- Consensus secondary structure and sequence conservation of Burkholderia RNA 7 (anti-hemB)

Identifiers
- Symbol: anti-hemB
- Rfam: RF02837

Other data
- RNA type: Gene; sRNA
- GO: GO:0005515 ,GO:0097311
- SO: SO:0000370
- PDB structures: PDBe

= Anti-hemB RNA motif =

The anti-hemB RNA motif is a conserved RNA structure that was found in all known bacteria in the genus Burkholderia, and in a variety of other betaproteobacteria. The anti-hemB RNA motif consists primarily of two stem-loops, followed by a predicted rho-independent transcription termination stem-loop. As anti-hemB RNAs are generally not located in a 5' UTR, the RNAs are presumed to be non-coding RNAs. The terminator stem-loop implies that anti-hemB RNAs are transcribed as independent molecules.

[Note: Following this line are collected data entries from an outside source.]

def fit_verdict(region: Region, mean: np.ndarray, cov: np.ndarray, ten: Tension,
                p_inside: float, p_inside_err: float, ess: float, *, exact: bool,
                rows: np.ndarray | None = None, weights: np.ndarray | None = None,
                model: dict[str, Any] | None = None, shell: Any = None) -> FitVerdict:
    """The fit verdict of a check (``model``: the statistics under a theory-uncertainty
    model, with its ``tension_sigma`` and ``p_inside``, or None; ``shell``: the check's
    :class:`eftsieve.check.shell.ShellSummary`, whose points left marginal p_inside counts
    as inside: when the verdict with them outside differs, the label is ``uncertain``)."""
    facets = facet_violations(region, mean, cov, exact, rows, weights)
    mean_inside = bool(np.all(region.margins(np.atleast_2d(mean)) >= 0))
    exact_mean = mean_in_shell(region, mean) if mean_inside else None
    ptext = p_inside_text(p_inside, p_inside_err, ess)
    upper = p_inside_upper(p_inside, p_inside_err, ess)
    label = classify_fit(ten.sigma, upper)
    reason = _reason(label, mean_inside, facets, p_inside, ptext, exact_mean)
    by_point = classify_fit(ten.sigma, p_inside)
    if by_point != label:
        th = thresholds()["excluded_p_inside" if by_point == "excluded" else "tension_p_inside"]
        reason += (f"; p_inside is below the {by_point} threshold {fmt_prob(th)} but its "
                   f"upper end p + 2 err = {fmt_prob(upper)} is not, so the label is {label}")
    ttext = tension_text(ten, facets)
    if exact_mean is not None and exact_mean[0] != INSIDE:
        mean_inside = False
        if ten.mahalanobis_min <= MAHALANOBIS_ZERO:
            ttext = ("not computed against the cone itself: the mean is inside every outer "
                     "facet (distance 0 to them, a lower bound) but not inside the cone")
    undecided = getattr(shell, "marginal_fraction", 0.0) or 0.0
    if undecided > 0 and label != "uncertain":
        low = max(p_inside - undecided, 0.0)
        worst = classify_fit(ten.sigma, p_inside_upper(low, p_inside_err, ess))
        if worst != label:
            reason = (f"{label} if the {shell.n_marginal} shell points left undecided are "
                      f"inside the cone, {worst} if they are outside (p_inside between "
                      f"{fmt_prob(low)} and {fmt_prob(p_inside)}); {more_solves(shell)}; "
                      f"{reason}")
            label = "uncertain"
    if model is not None and label != "uncertain":
        soft = classify_fit(float(model["tension_sigma"]), p_inside_upper(
            float(model["p_inside"]), float(model.get("p_inside_err") or 0.0), ess))
        if soft != label:
            reason = (f"{label} with hard facets but {soft} within the theory uncertainty "
                      f"of the bounds; {reason}")
            label = "uncertain"
        else:
            reason += "; the same under the theory-uncertainty model"
    return FitVerdict(label, reason, ptext, ttext, mean_inside, facets, thresholds(), upper)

The name "anti-hemB" is to distinguish the motif from its reverse complement, which was called the "hemB" motif, a motif that is often in the apparent 5' UTRs of hemB genes. It was considered ambiguous as to which of these orientations is correct, as both directions exhibit covariation (see secondary structure prediction), and both fold into plausible RNA structures. However, the anti-hemB was judged the more likely orientation, because it had fewer A-C base pairs, which do not contribute to RNA stability. In reverse complement, an A-C pair becomes the stable G-U wobble pair.